When the McCormick reverse takeover completes in mid-2027, it will end almost 100 years of Unilever’s presence in the food industry, which started with an agreement in 1929 to merge Margarine Unie of the Netherlands with British soap maker Lever Brothers.

The move completes a withdrawal from food that began in 2017, when then-boss Paul Polman sold off the spreads business to PE firm KKR.

Polman struck the £6bn deal as a sop to investors after successively fighting off the $143bn hostile takeover approach from Kraft Heinz.

But shareholder pressure to get out of food only intensified for his successors, especially after influential hedge fund activist Nelson Peltz joined the board. Alan Jope oversaw the €4.5bn sale of the tea portfolio to CVC at the end of 2021, while Hein Schumacher kick-started the spin-off of the ice cream division just nine months after his July 2023 appointment.

 

More on the Unilever-McCormick move:

 

Despite pushing for an exit from low-growth food for years, Unilever investors have expressed unhappiness with the McCormick deal.

Shares in the London-listed group have fallen 8% since the news broke, wiping about £9bn off the market cap in the process. Reaction on the McCormick side was no better, with shares tumbling 9%.

Executives across the companies may have been surprised the consensus skewed towards negativity, but the complex structure of the acquisition was a source of both confusion and concern. Unilever shareholders will own 55% of the new food giant, while Unilever itself plans to slowly sell off its 9% stake after a year. So it may take time before investors get comfortable with their sudden exposure to the significantly smaller McCormick, which does most of its business in North America.

McCormick’s highly leveraged position post-merger, leaving net debt at about four times EBITDA, also raised eyebrows.

“There was always going to be a lot of heavy lifting to make Unilever a pureplay HPC company,” says Barclays’ Warren Ackerman. “There is a risk of restructuring fatigue, but with Fernandez at the helm we think it is unlikely.

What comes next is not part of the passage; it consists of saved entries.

import { describe, expect, it } from "vitest";
import { evaluateBuild, type BuildDesignInput } from "@/lib/retrofit";
import { resolved, lanternDesign } from "./fixtures/builds";
import { DECLARED_SINK, EMITTER, PASTE, STEEL_LANTERN } from "./fixtures/parts";

// A vented lantern: the declared sink hands its heat straight to ambient air, so the
// junction's path is three resistances in series and Tj has a closed form.
const vented: BuildDesignInput = {
  ...lanternDesign,
  housing: { ...STEEL_LANTERN, inline: { ...STEEL_LANTERN.inline, enclosure: "vented" } },
  lightEngine: { emitter: EMITTER, count: 1, interface: PASTE, heatsink: DECLARED_SINK, footprintM2: 3.5e-3 * 3.5e-3 },
};

describe("declared-sink build, worked by hand", () => {
  const r = evaluateBuild(resolved(vented), { skipWarmup: true });
  const low = r.scenarios.find((s) => s.id === "mode:low")!;

  it("Tj = Ta + P_heat·ΣR with P_heat = hf·I·(Vf₂₅ + k·(Tj − 25)) solved for Tj", () => {
    // Part figures (fixtures/parts.ts): Rth(j-sp) 2.5 K/W, Vf 2.9 V at 25 °C, k = −2 mV/K
    // (PRODUCT.md: about −2 mV/K), heat fraction 0.7, mode "low" 0.35 A.
    // Interface: paste 50 µm at 3 W/(m·K) over the 3.5 × 3.5 mm footprint (Incropera eq. 3.6):
    //   R_if = 50e-6 / (3 · 12.25e-6) = 1.36054 K/W. Declared sink 8 K/W to ambient (vented).
    const rIf = 50e-6 / (3 * 12.25e-6);
    expect(rIf).toBeCloseTo(1.36054, 4);
    const sumR = 2.5 + rIf + 8; // 11.86054 K/W
    const [ta, i, hf, vf25, k] = [25, 0.35, 0.7, 2.9, -0.002];
    // Tj = Ta + ΣR·hf·I·(vf25 + k(Tj − 25))  ⇒  Tj·(1 − ΣR·hf·I·k) = Ta + ΣR·hf·I·(vf25 − 25k)
    // With the sink exactly at its rating this is the closed form:
    const tjRated = (ta + sumR * hf * i * (vf25 - 25 * k)) / (1 - sumR * hf * i * k);
    // = (25 + 11.86054·0.245·2.95) / (1 + 0.0058117) ≈ 33.38 °C
    expect(tjRated).toBeCloseTo(33.38, 1);
    // The rating holds at its rated rise (75 K when the part gives none); at this sink's ≈ 9 K
    // rise the convective 70 % of its conductance scales by (ΔT/75)^¼ (laminar natural
    // convection), so R_sink = 8/[0.7·(ΔT/75)^¼ + 0.3]. Fixed point by hand on Tj and ΔT:
    const rSink = (dT: number) => 8 / (0.7 * (dT / 75) ** 0.25 + 0.3);
    let tj = tjRated;
    let dT = 8;
    for (let it = 0; it < 200; it++) {
      const p = hf * i * (vf25 + k * (tj - 25));
      dT = p * rSink(dT);
      tj = ta + p * (2.5 + rIf) + dT;
    }
    expect(tj).toBeGreaterThan(tjRated);
    expect(low.thermal!.temperaturesC.junction!).toBeCloseTo(tj, 2);
    const pHeat = hf * i * (vf25 + k * (tj - 25));
    expect(low.mode!.emitterHeat.value!).toBeCloseTo(pHeat, 4);
    expect(low.thermal!.temperaturesC.sink!).toBeCloseTo(ta + pHeat * rSink(dT), 2);
    expect(low.converged).toBe(true);
  });

  it("the network is JSON v1 with the named places and a trace on every link", () => {
    const net = low.network!;
    expect(net.ambientC).toBe(25);
    expect(net.links.find((l) => l.from === "junction")).toMatchObject({ to: "solder", type: "resistance", kelvinPerWatt: 2.5 });
    const sinkLink = net.links.find((l) => l.from === "sink")!;
    expect(sinkLink).toMatchObject({ to: "ambient", type: "resistance" });
    // Worse than the 8 K/W rating at this small rise (the rating holds at 75 K).
    expect(sinkLink.type === "resistance" && sinkLink.kelvinPerWatt).toBeGreaterThan(8);
    const places = Object.keys(low.thermal!.byPlace);
    for (const p of ["LED junction", "emitter solder point", "heatsink", "housing wall", "driver board", "cells"]) expect(places).toContain(p);
    expect(places).not.toContain("housing air"); // vented: no enclosed air node
    for (const l of low.thermal!.links) expect(l.trace.result.unit).toMatch(/K\/W|W\/K/);
  });

  it("a sealed housing adds the enclosed air and the wall to the path, so the junction runs hotter", () => {
    const sealed = evaluateBuild(resolved(lanternDesign), { skipWarmup: true }).scenarios.find((s) => s.id === "mode:low")!;
    expect(sealed.thermal!.byPlace["housing air"]).toBeGreaterThan(25);
    expect(sealed.thermal!.temperaturesC.junction!).toBeGreaterThan(low.thermal!.temperaturesC.junction! + 1);
  });

  it("the ladder adds up to the junction's rise", () => {
    const ladder = low.thermal!.ladder!;
    const sum = ladder.steps.reduce((s, x) => s + x.deltaK, 0);
    expect(sum + ladder.remainderK).toBeCloseTo(ladder.riseK, 9);
    expect(ladder.steps[0]).toMatchObject({ from: "junction", to: "solder" });
  });
});

describe("a heatsink's own heat capacity", () => {
  it("a capacity given on the part (as a bench fit keeps it) is the sink node's capacity, in place of mass × specific heat", () => {
    const withCapacity: BuildDesignInput = { ...vented, lightEngine: { ...vented.lightEngine, heatsink: { ...DECLARED_SINK, inline: { ...DECLARED_SINK.inline, heatCapacityJPerK: 61 } } } };
    const given = evaluateBuild(resolved(withCapacity), { skipWarmup: true }).scenarios.find((s) => s.id === "mode:low")!;
    const sinkNode = (r: typeof given) => r.network!.nodes.find((n) => n.id === "sink")!;
    expect(sinkNode(given).heatCapacityJPerK).toBe(61);
    // Without it: 30 g of aluminium at about 900 J/(kg·K) (Incropera, Fundamentals of Heat and Mass Transfer, 6th ed., Table A.1: pure aluminium 903): about 27 J/K.
    const plain = evaluateBuild(resolved(vented), { skipWarmup: true }).scenarios.find((s) => s.id === "mode:low")!;
    const fromMass = sinkNode(plain).heatCapacityJPerK!;
    expect(fromMass).toBeGreaterThan(0.03 * 850);
    expect(fromMass).toBeLessThan(0.03 * 1000);
  });
});
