import fc from "fast-check";
import { describe, expect, it } from "vitest";
import { AMBIENT_ID, breakdownRise, solveSteady, traceLink, type Network } from "@/lib/thermal";
import { ladderTotalTrace, nodeBalanceTrace, partsCostTrace, savingTrace } from "@/lib/retrofit/derivations";
import { massSummary } from "@/lib/retrofit/mass";
import type { ResolvedBuild } from "@/lib/retrofit/resolved";
import { mixedNetwork } from "../thermal/helpers";

/** A solved network in the shape the Budget gets it (nodes with places, links with their trace). */
function asThermal(n: Network) {
  const r = solveSteady(n);
  const at = (id: string) => (id === AMBIENT_ID ? n.ambientC : r.temperaturesC[id]!);
  return {
    r,
    thermal: {
      nodes: n.nodes.map((x) => ({ id: x.id, place: x.label ?? x.id, slot: "" })),
      links: n.links.map((l, i) => ({ index: i, from: l.from, to: l.to, place: `${l.from} → ${l.to}`, slot: "", watts: r.links[i]!.watts, kelvinPerWatt: r.links[i]!.kelvinPerWatt, trace: traceLink(l, at(l.from), at(l.to)) })),
      temperaturesC: r.temperaturesC,
    },
  };
}

describe("a node's temperature expands to the heat flows in and out of it", () => {
  it("heat made at each node is its source, and T = T_other + q·R holds on every link (fast-check)", () => {
    fc.assert(
      fc.property(mixedNetwork(), (n) => {
        const { thermal } = asThermal(n);
        for (const node of n.nodes) {
          const t = nodeBalanceTrace(thermal, node.id, n.ambientC)!;
          const made = t.intermediates.find((x) => x.symbol === "P")!.value;
          const source = n.sources.filter((s) => s.node === node.id).reduce((a, s) => a + s.watts, 0);
          const scale = n.sources.reduce((a, s) => a + Math.abs(s.watts), 0) + 1e-9;
          // Conservation of energy at the node (source named in the trace).
          expect(Math.abs(made - source)).toBeLessThanOrEqual(1e-5 * scale + 1e-9);
          const touching = thermal.links.filter((l) => l.from === node.id || l.to === node.id);
          expect(t.parts).toHaveLength(touching.length);
          touching.forEach((l, i) => {
            const other = t.inputs[2 * i]!.value;
            const r = t.inputs[2 * i + 1]!.value;
            const q = t.intermediates[i]!.value;
            expect(Math.abs(Math.abs(t.result.value - other) - q * r)).toBeLessThanOrEqual(1e-6 * (1 + Math.abs(t.result.value - other)));
          });
        }
      }),
      { numRuns: 60 },
    );
  });

  it("names where each flow goes and cites its source", () => {
    const n: Network = {
      ambientC: 25,
      nodes: [{ id: "junction", label: "LED junction" }, { id: "sink", label: "heatsink" }],
      links: [
        { from: "junction", to: "sink", type: "resistance", kelvinPerWatt: 3 },
        { from: "sink", to: "ambient", type: "resistance", kelvinPerWatt: 5 },
      ],
      sources: [{ node: "junction", watts: 2 }],
    };
    const { thermal } = asThermal(n);
    const sink = nodeBalanceTrace(thermal, "sink", 25)!;
    // Hand check: 2 W through 5 K/W above 25 °C is 35 °C; through 3 K/W more, 41 °C.
    expect(sink.result.value).toBeCloseTo(35, 9);
    expect(sink.intermediates.map((x) => x.name)).toEqual(["arrives from LED junction", "leaves to ambient air", "heat leaving, all links", "heat arriving, all links", "heat made here (q_out − q_in)"]);
    expect(sink.source).toMatch(/Incropera/);
    expect(nodeBalanceTrace(thermal, "junction", 25)!.result.value).toBeCloseTo(41, 9);
    expect(nodeBalanceTrace(thermal, "nowhere", 25)).toBeNull();
  });
});

describe("a ladder's total expands to ambient plus its rungs", () => {
  it("T = T_ambient + every rung + the rest, equal to the node's solved temperature (fast-check)", () => {
    fc.assert(
      fc.property(mixedNetwork(), (n) => {
        const r = solveSteady(n);
        for (const node of n.nodes) {
          const b = breakdownRise(n, r, node.id);
          const steps = b.steps.map((st) => ({ place: `${st.from} → ${st.to}`, deltaK: st.deltaK, watts: st.watts, kelvinPerWatt: st.kelvinPerWatt }));
          const t = ladderTotalTrace({ riseK: b.riseK, remainderK: b.remainderK, steps }, node.id, n.ambientC);
          // The sum the trace shows adds up to what it claims, and to the solver's temperature (energy conservation on a thermal circuit).
          const sum = t.inputs.reduce((a, x) => a + x.value, 0);
          expect(Math.abs(sum - t.result.value)).toBeLessThanOrEqual(1e-9 * (1 + Math.abs(sum)));
          expect(Math.abs(t.result.value - r.temperaturesC[node.id]!)).toBeLessThanOrEqual(1e-6 * (1 + Math.abs(t.result.value)));
          expect(t.inputs.filter((x) => x.symbol.startsWith("ΔT") && x.symbol !== "ΔT_rest")).toHaveLength(steps.length);
        }
      }),
      { numRuns: 40 },
    );
  });

  it("names each rung with its watts and K/W and cites its source", () => {
    // Hand check: 2 W through 3 K/W then 5 K/W above 25 °C: rungs of 6 K and 10 K, 41 °C at the junction.
    const t = ladderTotalTrace({ riseK: 16, remainderK: 0, steps: [{ place: "junction to sink", deltaK: 6, watts: 2, kelvinPerWatt: 3 }, { place: "sink to air", deltaK: 10, watts: 2, kelvinPerWatt: 5 }] }, "LED junction", 25);
    expect(t.result.value).toBe(41);
    expect(t.equation).toBe("T = T_ambient + ΔT1 + ΔT2");
    expect(t.inputs.map((x) => x.name)).toEqual(["ambient air", "junction to sink (2.00 W × 3.00 K/W)", "sink to air (2.00 W × 5.00 K/W)"]);
    expect(t.source).toMatch(/Incropera/);
  });
});

describe("parts cost and saving expand to their sums", () => {
  const costs = { totalEur: 23.5, unpriced: 1, comparableNewLightEur: 40, savingEur: 16.5, lines: [{ name: "Buck driver", count: 1, totalEur: 6.5 }, { name: "18650 cell", count: 2, totalEur: 17 }, { name: "Salvaged sink", count: 1, totalEur: null }] };
  it("adds every priced line and says how many have no price", () => {
    const t = partsCostTrace(costs);
    expect(t.inputs.map((x) => [x.name, x.value])).toEqual([["1 × Buck driver", 6.5], ["2 × 18650 cell", 17]]);
    expect(t.inputs.reduce((a, x) => a + x.value, 0)).toBe(t.result.value);
    expect(t.notes).toEqual(["1 part has no price and is left out."]);
    expect(t.source).toMatch(/^as entered/);
  });
  it("saving is the new light's price minus the parts, or nothing without a new light's price", () => {
    const s = savingTrace(costs)!;
    expect(s.result.value).toBe(s.inputs[0]!.value - s.inputs[1]!.value);
    expect(savingTrace({ ...costs, comparableNewLightEur: null, savingEur: null })).toBeNull();
  });
});

describe("the build's mass", () => {
  const build = (strap: boolean, cellKg: number | undefined) =>
    ({
      housing: { name: "Square lantern body", specs: { massKg: 0.3 } },
      lightEngine: { heatsink: { name: "Salvaged sink", specs: { massKg: 0.05 } } },
      driver: { part: { name: "Buck driver", specs: {} }, massKg: 0.006, cooling: strap ? { kind: "strapped", spreader: { name: "Copper tape", specs: { material: "copper-pure", thicknessM: 0.00005, widthM: 0.01, lengthM: 0.06 } } } : { kind: "floating" } },
      pack: { series: 1, parallel: 2, cell: { name: "18650", specs: cellKg === undefined ? {} : { massKg: cellKg } } },
    }) as unknown as ResolvedBuild;

  it("adds the parts that give a mass and a strap from its material's density", () => {
    const m = massSummary(build(true, 0.046));
    // Hand check: 300 + 50 + 2 × 46 + 6 g, and copper 8933 kg/m³ (Incropera Table A.1) × 0.05 mm × 10 mm × 60 mm = 0.268 g.
    expect(m.totalKg).toBeCloseTo(0.448 + 8933 * 0.00005 * 0.01 * 0.06, 12);
    expect(m.trace.inputs.reduce((a, x) => a + x.value, 0)).toBeCloseTo(m.trace.result.value, 12);
    expect(m.unknown).toEqual([]);
    expect(massSummary(build(false, 0.046)).totalKg).toBeCloseTo(0.448, 12);
  });

  it("names what gives no mass and leaves it out", () => {
    const m = massSummary(build(false, undefined));
    expect(m.unknown).toEqual(["2 × 18650"]);
    expect(m.totalKg).toBeCloseTo(0.356, 12);
    expect(m.trace.notes.join(" ")).toContain("No mass given, left out: 2 × 18650.");
  });
});
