def test_cli_assess_occupied_room_claim_follows_limits(tmp_path):
    # the invented far-UVC unit measured 1 m below it; occupant worst case from the room model.
    # Under ACGIH (data/limits/acgih_2022_far_uvc.toml header): E_S,eq = 30 J/m² ×
    # (E(200–235 nm)/1610 J/m² + E_S(235–400 nm)/30 J/m²); both this and the room model's
    # E_S (S(λ) over 180–400 nm) scale with the same eye irradiance, so the ACGIH 8-h share
    # is the IEC one × E_S,eq/E_S of the measured spectrum.
    from uvcheck.io.reader import read_spectrum

    base = ["assess", str(EX / "spectra" / "faruv_222nm_unit.csv"), "--claims",
            str(EX / "listings" / "faruv_222nm_ceiling_unit.toml"), "--no-uncertainty"]
    iec = _safety_basis(base, tmp_path)
    acg = _safety_basis(base + ["--limits", ACGIH], tmp_path)
    assert iec["verdict"] == "cannot-hold" and "limit set" not in iec["basis"]
    assert ACGIH in acg["basis"] and acg["basis"] != iec["basis"]
    t_iec = iec["available"]["value"]
    spec, _ = read_spectrum(EX / "spectra" / "faruv_222nm_unit.csv")
    s = get_weighting("S_actinic")
    e_s = integrate(spec, 180.0, 400.0, s).value
    e_eq = (IEC_ACTINIC_J_M2 * integrate(spec, 200.0, 235.0).value / ACGIH_EYE_222_J_M2
            + integrate(spec, 235.0, 400.0, s).value)
    share = (8 * 3600 / t_iec) * e_eq / e_s
    assert acg["details"]["share_of_limit"] == pytest.approx(share, rel=2e-2)
    assert acg["verdict"] == ("holds" if share <= 1 else "cannot-hold")


def test_cli_screen_follows_limits(tmp_path):
    base = ["screen", str(EX / "listings" / "faruv_222nm_ceiling_unit.toml")]
    iec = _safety_basis(base, tmp_path)
    acg = _safety_basis(base + ["--limits", ACGIH], tmp_path)
    assert "limit set" not in iec["basis"] and ACGIH in acg["basis"]
    assert iec["basis"] != acg["basis"]


def test_a_safety_claim_resting_on_a_stated_far_uvc_filter_is_not_confirmed():
    """An estimate of a filtered KrCl* lamp is within the limits because the listing says a
    filter removes the longer-wavelength UV-C; a listing cannot show that filter, so the safety
    claim is not-assessable, not 'holds' (our own rule, as for a mercury lamp's ozone-free
    envelope). Invented listing; far-UVC limits of the ACGIH 2022 set are from memory."""
    from uvcheck.io.listing import parse_listing
    from uvcheck.screening import screen_listing_file

    text = '''format = "uvcheck-listing/1"
[product]
name = "filtered far-UVC test unit (invented)"
invented = true
[lamp]
technology = "krcl_excimer"
peak_wavelength = "222 nm"
electrical_power = "5 W"
filtered = true
cover = "quartz"
[use]
distance = "2.5 m"
[[claims]]
id = "safe"
text = "safe for people and pets"
'''
    res = screen_listing_file(parse_listing(text, "f.toml"), limit_set="acgih_2022_far_uvc")
    v = {x["id"]: x for x in res.to_dict()["claims"]}["safe"]
    assert v["verdict"] == "not-assessable"
    assert "filter the listing states" in v["basis"]
    assert v["missing"] == ["a measured spectrum of the lamp as sold, through its filter"]


def test_a_room_claim_uses_the_flux_the_lamp_emits_not_a_point_source_s():
    """The room used for a coverage claim may place the lamp favourably, but its flux comes
    from the irradiance with the lamp's own pattern: a Lambertian emitter's on-axis irradiance
    E at d gives Φ = E·πd², a point source's E·4πd² (NOTES-style formulas, analytic). Before,
    every lamp was turned into flux as a point source: a Lambertian LED got 4× its flux, and an
    invented 0.5 W UV-C LED panel 'held' for a 4000 m² room. Invented listing."""
    from uvcheck import room as rm
    from uvcheck.screening import screen_listing_file
    from uvcheck.spectrum import total_integral

    text = '''format = "uvcheck-listing/1"
[product]
name = "275 nm LED panel (invented)"
invented = true
[lamp]
technology = "uvc_led"
peak_wavelength = "275 nm"
optical_power = "0.5 W"
optical_power_band = "UV-C"
cover = "quartz"
emitter = "lambertian"
[use]
room_height = "2.5 m"
[[claims]]
id = "room"
text = "for rooms up to 4000 m²"
'''
    lst = parse_listing(text, "panel.toml")
    v = {x["id"]: x for x in screen_listing_file(lst).to_dict()["claims"]}["room"]
    assert v["verdict"] == "cannot-hold", v["basis"]
    r = next(x for x in readings_from_listing(lst, screen_listing(lst)) if x.spectrum.is_absolute)
    box = rm.Box(10.0, 10.0, 2.5)
    centre = total_integral(r._room_lamp(box, "centre").flux_spectrum)
    e_axis = total_integral(r.spectrum)
    assert centre == pytest.approx(e_axis * math.pi * r.d_ref ** 2, rel=1e-6)


def test_every_case_rule_is_one_rule_for_distance_and_occupant():
    """Our own rule (DEVELOPERS.md, honest results): on an estimate, a safety claim holds only
    when every case stays within the limits; a case that exceeds a limit, or whose figure is
    not confirmed (not assessed, or a lower bound), leaves it not assessable. One helper,
    claims._other_cases, applies it to the distance and the room-occupant branches alike
    (before, the occupant branch let an unconfirmed case pass)."""
    from types import SimpleNamespace

    from uvcheck.claims import _other_cases

    c = SimpleNamespace(id="s", kind="safety", text="safe in occupied rooms")
    ev = SimpleNamespace(measured=False, readings=(1,), limit_set_id="iec62471_2006",
                         limits_named=lambda: "")
    likely = SimpleNamespace(label="typical", evidence="nominal estimate")
    low, high = SimpleNamespace(label="min"), SimpleNamespace(label="max")
    t = 8 * 3600.0

    def probe(table):
        return lambda x: table[x.label]

    ok = {"min": (9e4, "E_S", True), "max": (4e4, "E_S", True)}
    v, shortest = _other_cases(c, ev, likely, t, "for an occupant", [low, high], probe(ok), [], {})
    assert v is None and shortest == (4e4, high)
    unconfirmed = {"min": (9e4, "E_S", True), "max": (4e4, "E_S", False)}
    v, _ = _other_cases(c, ev, likely, t, "for an occupant", [low, high], probe(unconfirmed),
                        [], {})
    assert v.verdict == "not-assessable" and "max could not be fully assessed" in v.basis
    exceeds = {"min": (9e4, "E_S", True), "max": (600.0, "the daily actinic UV limit", True)}
    v, _ = _other_cases(c, ev, likely, t, "for an occupant", [low, high], probe(exceeds), [], {})
    assert v.verdict == "not-assessable" and "the max case reaches" in v.basis
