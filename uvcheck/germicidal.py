"""Germicidal output: UV-C, far-UVC, effective irradiance, efficiency, ozone, artefacts, doses.

``evaluate_germicidal(spectrum, conditions) -> GermicidalResult`` answers "how much germicidal
radiation does this lamp deliver here, and what can it do to microorganisms".

Quantities (band edges NOTES.md §4 and PRACTICE.md P0-4):

* UV-C = ∫ E dλ over 200–280 nm, the part of UV-C that travels through air (the CIE band is
  100–280 nm; 100–200 nm is vacuum UV, see :mod:`uvcheck.bands`); far-UVC over 200–235 nm;
* effective irradiance E_eff = ∫ E(λ)·s(λ) dλ with a named action spectrum s, and the
  254-nm-equivalent E_eff/s(253.7 nm), so that doses measured with the 253.7 nm mercury line
  apply (NOTES.md §4 writes s(254); 253.7 nm is used so that a pure mercury line gives back
  its own irradiance). Three readings are always given: ``germicidal_dna`` (DNA absorption,
  Kowalski 2009), ``germicidal_classical`` (three points from memory) and ``uvc_unweighted``
  (every UV-C watt counts alike). They are reported side by side with their spread; claims
  are judged with the most favourable to the lamp;
* the violet-blue pathway (≈405 nm): ∫ E·w dλ with ``violet_blue_405``, a reading favourable
  to the lamp; doses are about a thousand times those of UV-C (NOTES.md §4).

Honest results: a band that is not measured is ``not-covered`` (never 0); a partly measured
band is a lower bound; a band below its detection limit (3 σ of the band integral, from the
spectrum's noise floor, estimated from the data when the reader gave none) is
``below-detection`` and carries an upper bound; a UV-C "signal" that looks like stray light
or noise is ``likely-stray-light``, reported with its apparent value as an upper bound and
never as germicidal output. A relative spectrum gives shape results only.

Numpy only at import time (this module is on the ``uvcheck assess`` path).
"""

from __future__ import annotations

import math
from dataclasses import dataclass, field
from functools import cached_property, lru_cache
from typing import Any, Iterable, Mapping

import numpy as np

from uvcheck.conditions import Conditions
from uvcheck.data_files import read_toml
from uvcheck.errors import ConfigurationError
from uvcheck.features import estimate_noise, known_lines, peak_info
from uvcheck.geometry import (distance_scaling, far_field_deviation, flux_from_irradiance,
                              irradiance_per_watt)
from uvcheck.inactivation import (InactivationEstimate, Organism, estimate, get_organism,
                                  most_susceptible)
from uvcheck.inactivation import organisms as organism_table
from uvcheck.spectrum import (Integral, Spectrum, integrate, is_nominal, median, quantile, restricted, scaled,
                              total_integral)
from uvcheck.units import sig, to_trade
from uvcheck.weighting import Weighting, constant_weighting, get_weighting

UVC_BAND_NM = (200.0, 280.0)
#: How a no-UV-C statement starts ("No germicidal UV-C: <why>."); see
#: :meth:`GermicidalResult.statement_clause`.
NO_UVC_HEAD = "No germicidal UV-C:"
FAR_UVC_BAND_NM = (200.0, 235.0)
#: Ozone: oxygen absorbs below about 240 nm (NOTES.md §4, PRACTICE.md §4-6).
OZONE_EDGE_NM = 240.0
#: The ozone check covers the 184.9 nm mercury line when the data start at or below this. [nm]
OZONE_LINE_COVERED_NM = 184.0
#: Doses in the table were measured with the 253.7 nm mercury line. [nm]
REFERENCE_WAVELENGTH_NM = 253.7
ACTION_SPECTRA = ("germicidal_dna", "germicidal_classical", "uvc_unweighted")
VIOLET_BLUE_ID = "violet_blue_405"
VIOLET_BLUE_REFERENCE_NM = 405.0
#: Statuses under which the lamp is shown to emit germicidal UV-C (``partial``: found, with part
#: of the band not measured, so the figures are lower bounds).
UVC_EMITTING = ("germicidal-uvc", "partial")

#: Heuristic thresholds (ours unless a source is named).
NO_UVC_FRACTION = 1e-3          # UV-C under 0.1 % of the measured output: "essentially no UV-C"
PEDESTAL_MAX_RELATIVE = 0.01    # a flat UV-C level under 1 % of the peak above 280 nm: typical
                                # stray-light levels of compact array spectrometers are about
                                # 0.01-1 % (from memory)
PEDESTAL_FLATNESS = 2.0         # no UV-C sample reaches twice the band's median: flat
BASELINE_QUANTILE = 0.05        # the floor of a spectrum outside UV-C: its 5th percentile
BASELINE_MATCH = 1.5            # a flat UV-C level within 1.5× that floor is the floor (ours)
FEATURE_SNR = 5.0               # 5 σ: the threshold features.find_lines uses for a feature
LINE_TOLERANCE_NM = 2.0         # wavelength calibration of compact spectrometers ±1-2 nm (from memory)
MIN_SIGNIFICANT_SHARE = 0.01    # ozone band "present": above 1 % of the UV-C (or of the total)
CROSS_WAVELENGTH_NM = 10.0      # organism data this far from the lamp's UV-C peak are flagged
TRANSFERRED = "transferred by the action spectrum"  # how a basis says so (cross_wavelength_note)
# stray light needs a source to scatter: a UV-C feature is read as stray light only when the
# output outside UV-C is at least this many times the apparent UV-C (ours: the reciprocal of
# PEDESTAL_MAX_RELATIVE, the upper end of typical stray-light levels; from memory)
STRAY_SOURCE_MIN_RATIO = 1.0 / PEDESTAL_MAX_RELATIVE

SCREENING_NOTE = ("Screening assessment, not a certification: it does not establish efficacy "
                  "against a specific pathogen on a specific surface, and exposure figures "
                  "defer to local codes and licensed practice.")


# ---------------------------------------------------------------------------------------------
# Data: technologies and action spectra
# ---------------------------------------------------------------------------------------------

@lru_cache(maxsize=1)
def technologies() -> Mapping[str, dict]:
    """Emitter technologies from ``data/technologies.toml`` (loaded once)."""
    return read_toml("technologies.toml")


def get_technology(technology_id: str) -> dict:
    techs = technologies()
    if technology_id not in techs:
        raise ConfigurationError(f"unknown technology {technology_id!r}; available: "
                                 f"{', '.join(sorted(techs))}")
    return techs[technology_id]
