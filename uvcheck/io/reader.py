"""Tolerant reader for spectrometer and spreadsheet text exports.

``read_spectrum(path, **overrides) -> (Spectrum, ImportReport)``

What it copes with, and reports in the :class:`ImportReport`:

* encodings: UTF-8 (with or without BOM), UTF-16 (BOM or NUL pattern), Latin-1/cp1252;
* delimiters: comma, semicolon, tab, pipe, runs of spaces; decimal comma (with semicolon,
  tab or spaces); thousands separators where unambiguous (``1,234.5``, ``1.234,5``, and
  ``1.002.000``, which decides the decimal mark even when it first appears after the lines the
  format is guessed on); a column where every number holding the decimal mark has exactly
  three digits after it next to plain integers (``10.000`` beside ``999``) is read with the
  guessed mark and flagged, naming the column and ``--decimal``;
* a metadata block of any length before the data (``key: value``, ``key;value``,
  ``key=value``, ``[Section]`` lines, comments, blank lines), a header row, an optional
  units row, footer lines after the data;
* units in the header, the units row or the metadata, in the usual spellings
  (see :func:`uvcheck.units.parse_spectral_unit`); none → relative, and it says so;
* several value columns (``column=`` picks one; otherwise an error lists them), an index or
  pixel column, two spectra side by side, several data blocks (``block=``);
* descending or unsorted wavelengths (sorted), duplicates (averaged), gaps (kept as gaps,
  never bridged), non-uniform steps, NaN/inf rows (dropped and counted), negative values
  (kept: they are noise and set the noise floor; more than half of the samples negative is
  flagged, as a sign-flipped dark subtraction), wavelengths in µm, m or cm⁻¹;
* noise-free data (synthetic, modelled, smoothed): the noise floor is the dynamic-range floor,
  1e-6 of the peak (common practice; :func:`uvcheck.features.estimate_noise`), and it is said.

Every guess can be overridden. Unreadable input raises :class:`InputFormatError` naming
the line and column and what to do. The file is streamed: only the head is held as text,
and the numbers go straight into compact arrays, so a million-row file needs little memory.
"""

from __future__ import annotations

import array
import hashlib
import math
import os
import re
from dataclasses import dataclass, field, fields, replace
from collections import Counter
from itertools import islice, repeat
from types import MappingProxyType
from pathlib import Path
from typing import Any, Iterable, Iterator, Sequence

import numpy as np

“Unilever is morphing into a very different company that will have higher growth and higher margins. For decades, it has flattered to deceive and has not delivered the consistent performance investors have craved.”

Unilever home and personal care powerbrands

Beauty & wellbeing

  • Clear
  • Dermalogica
  • Dove
  • Hourglass
  • K18
  • Liquid IV
  • Nexxus
  • Nutrafol
  • Olly
  • Paula’s Choice
  • Pond’s
  • Sunsilk
  • Tresemmé
  • Vaseline

Personal care

  • Closeup
  • Dr Squatch
  • Lifebuoy
  • Lux
  • Lynx
  • Pepsodent
  • Sure

Homecare

  • Cif
  • Comfort
  • Persil
  • Sunlight

Worth the risk

For Ackerman, the short-term risk involved is worth the prize at the end. “No one said fixing Unilever for good would be easy or instant gratification for shareholders,” he argues.

Unilever will now focus on 10 core HPC categories, spanning hair, skin, oral care, cosmetics, deodorants, laundry and washing-up liquid (see box). Annual sales will be broadly spilt between beauty & wellbeing (33%), personal care (33%) and household (30%) – and a small amount from the beverage business in India that wasn’t part of the McCormick deal.

Unilever will have the second-largest beauty and personal care business globally, and the number one homecare company in emerging markets, according to Fernandez.

Beauty-Wellbeing

Source: Unilever

Unilever will have the second-largest beauty and personal care business globally

“It very much reminds us of the portfolio P&G created after a period of significant M&A a decade ago,” Ackerman adds. “P&G made a clear decision to double down on everyday categories where superiority drove repeat purchase and market share gains. This decision was a key element that led to a prolonged period of outperformance, and Unilever will be very much hoping its P&G-esque playbook can yield a similar outcome.”

Over the past three years, the Unilever HPC divisions have returned growth of 5.4% and boosted volumes by 2.5%, well ahead of competitors.

The performance gets even better when drilling down to the 25 HPC ‘powerbrands’ at the heart of Unilever’s growth strategy, which will account for 78% of turnover. They have three-year underlying volume growth of 4.2%, with value up 7.1%.

“This impressive level of growth will no longer be hidden or dragged down by foods once the exit has been completed,” Ackerman says.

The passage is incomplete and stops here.